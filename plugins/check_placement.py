"""Built-in plugin `check_placement` (not yet filled in: provides nothing)."""
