"""``headprep batch``: a cohort of subjects, resumable, locally or on a Dask cluster."""
from __future__ import annotations

import argparse

HELP = "prepare a cohort of subjects (resumable), locally or on a Dask cluster"
DESCRIPTION = """Prepare every subject of a cohort with the same pipeline as `headprep run`.

COHORT is a TOML file ([cohort], [shared.<step>], [[subjects]]) or a folder of
sub-* subject folders (each with a recipe.toml, or with standard file names).
Finished steps are kept in the work folder and reused on the next run, so a
run killed half-way resumes where it stopped. A bad subject is recorded with
its finding codes or error and never stops the others.

Scale out with --workers N (local processes), --cluster local (a Dask cluster
on this machine) or --scheduler tcp://HOST:8786 (an existing Dask cluster whose
workers see the same file system). See docs/cohorts.md.

Exit 0 when every subject was prepared without a fail finding, 1 when any
subject failed a check or could not be prepared, 2 when the cohort itself
cannot be used."""


def add_arguments(parser: argparse.ArgumentParser) -> None:
    parser.add_argument("cohort", help="cohort TOML file or folder of sub-* folders")
    parser.add_argument("--workers", type=int, default=1, help="parallel subjects (default 1)")
    where = parser.add_mutually_exclusive_group()
    where.add_argument("--scheduler", metavar="ADDRESS", help="address of a running Dask scheduler")
    where.add_argument("--cluster", choices=["local"], help="start a Dask cluster on this machine")
    parser.add_argument("--work", help="work folder (default: from the cohort, or ./headprep-work beside it)")
    parser.add_argument("--out", help="bundle folder (default: from the cohort, or ./headprep-bundles beside it)")
    parser.add_argument("--no-report", action="store_true", help="do not write subject HTML reports")
    parser.add_argument("--json", action="store_true", help="print one JSON document on stdout")


def run(args: argparse.Namespace, ctx) -> int:  # noqa: ANN001
    from ..cohort import load_cohort, run_cohort, write_cohort_tables
    from ..errors import UsageError

    if args.workers < 1:
        raise UsageError(f"--workers must be at least 1, got {args.workers}")
    cohort = load_cohort(args.cohort, work=args.work, out=args.out)
    with ctx.progress(len(cohort.tasks), f"cohort {cohort.name}") as advance:
        results = run_cohort(cohort, workers=args.workers, scheduler=args.scheduler,
                             local_cluster=args.cluster == "local", report=not args.no_report,
                             on_done=lambda r: advance(f"{r['subject']} {r['status']}"))
    csv_path, html_path = write_cohort_tables(results, cohort.out, cohort.name)
    bad = [r for r in results if r["status"] != "done" or r.get("verdict") == "fail"]

    def human() -> str:
        lines = [f"cohort {cohort.name}: {len(results)} subjects, {len(results) - len(bad)} ready, {len(bad)} need attention"]
        for r in results:
            what = r.get("verdict") if r["status"] == "done" else r["status"]
            extra = f"  {' '.join(r['codes'])}" if r.get("codes") else ""
            err = f"  ({r['error']})" if r.get("error") else ""
            lines.append(f"  {r['subject']:<16} {str(what).upper():<9}{extra}{err}")
        lines += [f"table: {csv_path}", f"page:  {html_path}"]
        return "\n".join(lines)

    ctx.emit({"cohort": cohort.name, "work": str(cohort.work), "out": str(cohort.out), "table": str(csv_path),
              "page": str(html_path), "subjects": results}, human)
    return 1 if bad else 0
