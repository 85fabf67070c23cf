"""Built-in plugin ``check_mesh``: closedness, manifoldness, winding, degeneracy, self-crossing, topology.

The measuring is done by :mod:`prep.geometry.meshcheck` (shared with the
patch maker and the head-model layer steps); this plugin exposes it as a check
of target ``"surface"``. Safe repairs are a core function
(:func:`prep.geometry.meshcheck.repair_surface`) that the pipeline calls.
"""
from __future__ import annotations

from prep import hookimpl
from prep.descriptors import Check, CheckReport
from prep.geometry.meshcheck import inspect_mesh, mesh_findings
from prep.model import Surface

DEFAULTS = {"must_be_closed": True, "self_intersection": True}


def run(surface: Surface, must_be_closed: bool = True, self_intersection: bool = True) -> CheckReport:
    """Inspect one surface.

    Parameters
    ----------
    surface : Surface
    must_be_closed : bool
        True: open/non-manifold/inverted/self-crossing are ``fail`` (head-model
        layers need closed surfaces). Cortex surfaces (role ``cortex*``) are
        always checked as if False (``warn``): patches do not need a closed sheet.
    self_intersection : bool
        Search for self-crossing triangles (pymeshfix; ~0.2 s per 20k faces).

    Returns
    -------
    CheckReport
        Findings (``mesh.*``), the figures of :meth:`MeshReport.figures` as metrics,
        and the masks ``degenerate`` / ``self_intersecting`` (k,) as arrays.
    """
    name = surface.role if surface.role != "unknown" else (surface.provenance.file or "surface")
    closed = must_be_closed and not surface.role.startswith("cortex")
    report = inspect_mesh(surface.vertices, surface.faces, self_intersection=self_intersection)
    arrays = {"degenerate": report.degenerate}
    if report.self_intersecting is not None:
        arrays["self_intersecting"] = report.self_intersecting
    return CheckReport(findings=tuple(mesh_findings(report, name=name, must_be_closed=closed,
                                                    source="check 'mesh'")),
                       metrics=report.figures(), arrays=arrays)


@hookimpl
def headprep_register_checks() -> list[Check]:
    return [Check(name="mesh", target="surface", run=run, defaults=DEFAULTS, requires=("pymeshfix", "trimesh"),
                  description="closed, manifold, consistently wound, no degenerate or self-crossing triangles")]
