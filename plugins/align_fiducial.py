"""Built-in plugin `align_fiducial` (not yet filled in: provides nothing)."""
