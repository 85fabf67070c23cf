"""Built-in plugin ``patch_quadric``: cortical source patches by quadric decimation.

Per hemisphere: decimate to the wanted number of centres (Garland & Heckbert
1997 quadric error, through fast-simplification), take the nearest original
vertices as seeds, give every vertex to its nearest seed along the surface
(multi-source Dijkstra on the edge graph), optionally recentre the seeds by
Lloyd steps, then measure each patch (area, area-weighted mean normal,
normal spread). Islands and patches outside / too close to the inner skull
are reported (and removed per option). Method notes: ``docs/source-patches.md``.
"""
from __future__ import annotations

from collections.abc import Sequence

import numpy as np

from prep import hookimpl
from prep.descriptors import PatchMaker
from prep.errors import UsageError
from prep.geometry.clearance import DEFAULT_MIN_DISTANCE_MM, clearance_findings, surface_clearance
from prep.geometry.meshcheck import inspect_mesh, mesh_findings
from prep.geometry.meshstats import face_areas, referenced, vertex_adjacency, vertex_areas
from prep.geometry.patching import (assign_along_surface, count_for_spacing, decimation_seeds, patch_statistics,
                                    recentre_seeds)
from prep.model import Finding, Patches, Surface

ISLAND_POLICIES = ("keep-largest", "fail")
#: a piece of a surface is an "island" when its area is below this fraction of the largest piece's
#: (a file holding both hemispheres has two main pieces of similar area). Decision of ours.
MAIN_PIECE_FRACTION = 0.5

DEFAULTS = {"count": 8000, "spacing_mm": 0.0, "exclude": True, "min_distance_mm": DEFAULT_MIN_DISTANCE_MM,
            "islands": "keep-largest", "refine": 1}

SOURCE = "patch maker 'quadric'"


def _name(surface: Surface, index: int) -> str:
    if surface.role not in ("unknown", "cortex"):
        return surface.role
    return surface.provenance.file or f"surface {index}"


def _allocate(areas: np.ndarray, count: int) -> np.ndarray:
    """Split ``count`` over surfaces in proportion to ``areas`` (largest remainder, at least 1 each)."""
    share = count * areas / areas.sum()
    n = np.floor(share).astype(np.int64)
    rest = count - int(n.sum())
    if rest > 0:
        n[np.argsort(share - n)[::-1][:rest]] += 1
    return np.maximum(n, 1)


def _main_pieces(surface: Surface, labels: np.ndarray, name: str, policy: str) -> tuple[np.ndarray, list[Finding]]:
    """Faces to use (k,) bool, and the ``mesh.islands`` finding; ``labels`` (n,) component per vertex."""
    v, f = surface.vertices, surface.faces
    n_comp = int(labels.max()) + 1
    face_lab = labels[f[:, 0]]
    comp_area = np.bincount(face_lab, weights=face_areas(v, f), minlength=n_comp)
    pieces = np.unique(face_lab)
    if len(pieces) <= 1:
        return np.ones(len(f), bool), []
    main = comp_area >= MAIN_PIECE_FRACTION * comp_area.max()
    islands = np.setdiff1d(pieces, np.flatnonzero(main))
    if islands.size == 0:
        return np.ones(len(f), bool), []
    keep = main[face_lab]
    n_vert = int(np.isin(labels, islands).sum())
    removed = policy == "keep-largest"
    msg = (f"{name}: {islands.size} disconnected pieces smaller than {MAIN_PIECE_FRACTION:g} of the largest "
           f"({n_vert} vertices, {comp_area[islands].sum() * 1e6:.3g} mm^2 in all)")
    finding = Finding(code="mesh.islands", severity="warn" if removed else "fail",
                      message=msg + ("; left out of the patches" if removed else
                                     "; refused (islands = 'fail'): clean the mesh or use 'keep-largest'"),
                      subjects=(name,), source=SOURCE,
                      values={"islands": int(islands.size), "island_vertices": n_vert,
                              "island_area_m2": float(comp_area[islands].sum()), "removed": removed},
                      threshold={"main_piece_fraction": MAIN_PIECE_FRACTION})
    return (keep if removed else np.ones(len(f), bool)), [finding]


def _hemisphere(surface: Surface, centres: np.ndarray) -> np.ndarray:
    if surface.role == "cortex_left":
        return np.zeros(len(centres), np.int8)
    if surface.role == "cortex_right":
        return np.ones(len(centres), np.int8)
    return (centres[:, 0] >= 0).astype(np.int8)  # anatomy frame is RAS: +x to the right


def make(surfaces: Sequence[Surface], *, inner_skull: Surface | None = None, count: int = 8000,
         spacing_mm: float = 0.0, exclude: bool = True, min_distance_mm: float = DEFAULT_MIN_DISTANCE_MM,
         islands: str = "keep-largest", refine: int = 1) -> Patches:
    """Turn cortex surfaces into patches.

    Parameters
    ----------
    surfaces : sequence of Surface
        One per hemisphere (role ``cortex_left`` / ``cortex_right``) or a single
        ``cortex``; metres, one frame.
    inner_skull : Surface or None
        Closed surface in the same frame, for ``patches.outside`` / ``too-close``.
    count : int
        Total number of patches over all surfaces, split in proportion to area.
    spacing_mm : float
        If > 0, the mean centre spacing (mm) instead of ``count``.
    exclude : bool
        Remove patches outside or too close to the inner skull and report them
        here (``warn`` / ``info``). When false, nothing is removed and the
        ``patches`` check reports them (``fail`` / ``warn``), as the pipeline and
        the ``patches`` command run it after the maker.
    min_distance_mm : float
        Closer to the inner skull than this is too close (default 5 mm, common practice).
    islands : {'keep-largest', 'fail'}
        Disconnected small pieces: leave them out (``warn``) or refuse with a ``fail`` finding.
    refine : int
        Lloyd recentring steps (each one more Dijkstra pass).

    Returns
    -------
    Patches
        Centres (n, 3) m (a surface vertex each), unit normals, areas m^2, spread
        rad, hemisphere, ``vertex_patch`` over the surfaces' vertices
        concatenated in order (-1: excluded or island), findings.
    """
    surfaces = list(surfaces)
    if not surfaces:
        raise UsageError("patches: no cortex surface given")
    if islands not in ISLAND_POLICIES:
        raise UsageError(f"patches: islands must be one of {', '.join(ISLAND_POLICIES)}, got {islands!r}")
    if spacing_mm < 0 or (spacing_mm == 0 and count < 1):
        raise UsageError(f"patches: count must be >= 1 (got {count}) and spacing_mm >= 0 (got {spacing_mm})")
    if refine < 0:
        raise UsageError(f"patches: refine must be >= 0, got {refine}")
    frames = {s.frame for s in surfaces} | ({inner_skull.frame} if inner_skull is not None else set())
    if len(frames) > 1:
        raise UsageError(f"patches: surfaces are in different frames: {', '.join(sorted(frames))}")
    findings: list[Finding] = []
    kept: list[np.ndarray] = []
    graphs = []
    names = [_name(s, i) for i, s in enumerate(surfaces)]
    for s, name in zip(surfaces, names):
        if len(s.faces) == 0:
            raise UsageError(f"patches: {name} has no triangles")
        if not np.all(np.isfinite(s.vertices)):
            raise UsageError(f"patches: {name} has non-finite vertex coordinates")
        report = inspect_mesh(s.vertices, s.faces, self_intersection=False)
        findings += [f for f in mesh_findings(report, name=name, must_be_closed=False, source=SOURCE)
                     if f.code != "mesh.islands"]
        keep, fnd = _main_pieces(s, report.vertex_component, name, islands)
        kept.append(keep)
        graphs.append(vertex_adjacency(s.vertices, s.faces, unique_edges=report.edges.unique))
        findings += fnd
    areas = np.array([face_areas(s.vertices, s.faces[k]).sum() for s, k in zip(surfaces, kept)])
    if spacing_mm > 0:
        targets = np.array([count_for_spacing(a, spacing_mm) for a in areas])
    else:
        targets = _allocate(areas, int(count))

    cols: dict[str, list[np.ndarray]] = {k: [] for k in ("centres", "normals", "areas", "spread", "hemi", "vp")}
    offset = n_unref = n_unreached = 0
    for s, keep, target, graph in zip(surfaces, kept, targets, graphs):
        v, f = s.vertices, s.faces[keep]
        used = referenced(len(v), f)
        n_unref += int((~referenced(len(v), s.faces)).sum())
        seeds = decimation_seeds(v, f, int(target))
        weights = vertex_areas(v, f)
        patch, _ = assign_along_surface(v, f, seeds, graph=graph)
        for _ in range(refine):
            seeds = recentre_seeds(v, patch, len(seeds), weights)
            patch, _ = assign_along_surface(v, f, seeds, graph=graph)
        # the centre: the member nearest the members' area-weighted centroid (the seed itself once converged)
        centres = v[recentre_seeds(v, patch, len(seeds), weights)]
        a, nrm, spr = patch_statistics(v, f, patch, len(seeds))
        n_unreached += int((patch[used] < 0).sum())
        cols["centres"].append(centres)
        cols["normals"].append(nrm)
        cols["areas"].append(a)
        cols["spread"].append(spr)
        cols["hemi"].append(_hemisphere(s, centres))
        cols["vp"].append(np.where(patch >= 0, patch + offset, -1))
        offset += len(seeds)
    centres = np.concatenate(cols["centres"])
    vertex_patch = np.concatenate(cols["vp"])
    if n_unref or n_unreached:
        findings.append(Finding(code="mesh.unreferenced", severity="info", source=SOURCE,
                                message=f"{n_unref} vertices belong to no triangle and {n_unreached} to a piece "
                                        "without a patch centre; they were given to no patch",
                                values={"unreferenced": n_unref, "unreached": n_unreached}))
    remove = np.zeros(len(centres), bool)
    if inner_skull is not None and exclude:
        # removed patches are reported here; kept ones are left to the 'patches' check (no double report)
        inside, dist = surface_clearance(centres, inner_skull.vertices, inner_skull.faces)
        remove = ~inside | (dist * 1e3 < min_distance_mm)
        findings += clearance_findings(inside, dist, min_distance_mm=min_distance_mm, excluded=True, source=SOURCE)
    keep_p = ~remove
    newid = np.where(keep_p, np.cumsum(keep_p) - 1, -1)
    vertex_patch = np.where(vertex_patch >= 0, newid[np.maximum(vertex_patch, 0)], -1)
    return Patches(centres=centres[keep_p], normals=np.concatenate(cols["normals"])[keep_p],
                   areas=np.concatenate(cols["areas"])[keep_p], spread=np.concatenate(cols["spread"])[keep_p],
                   hemisphere=np.concatenate(cols["hemi"])[keep_p], vertex_patch=vertex_patch,
                   frame=surfaces[0].frame, findings=tuple(findings))


@hookimpl
def headprep_register_patch_makers() -> list[PatchMaker]:
    return [PatchMaker(name="quadric", make=make, defaults=DEFAULTS,
                       requires=("fast_simplification", "scipy", "trimesh"),
                       description="quadric decimation, membership along the surface, area/normal/spread per patch")]
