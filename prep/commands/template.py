"""``headprep template``: place a standard electrode system on a scalp mesh by rule."""
from __future__ import annotations

import argparse

from ..errors import UsageError

HELP = "place a standard electrode system on a scalp mesh by rule"


def add_arguments(parser: argparse.ArgumentParser) -> None:
    parser.add_argument("--json", action="store_true", help="print one JSON document on stdout")


def run(args: argparse.Namespace, ctx) -> int:  # noqa: ANN001
    raise UsageError("'template' is not available in this version of the kit yet")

Work request: The expected output is the exact run of lines from the start of the entries through the line with "run killed half-way", inclusive.

Answer box:
filename plugins/check_placement.py
"""Built-in plugin `check_placement` (not yet filled in: provides nothing)."""
"""``headprep batch``: a cohort of subjects, resumable, locally or on a Dask cluster."""
from __future__ import annotations

import argparse

HELP = "prepare a cohort of subjects (resumable), locally or on a Dask cluster"
DESCRIPTION = """Prepare every subject of a cohort with the same pipeline as `headprep run`.

COHORT is a TOML file ([cohort], [shared.<step>], [[subjects]]) or a folder of
sub-* subject folders (each with a recipe.toml, or with standard file names).
Finished steps are kept in the work folder and reused on the next run, so a
run killed half-way resumes where it stopped. A bad subject is recorded with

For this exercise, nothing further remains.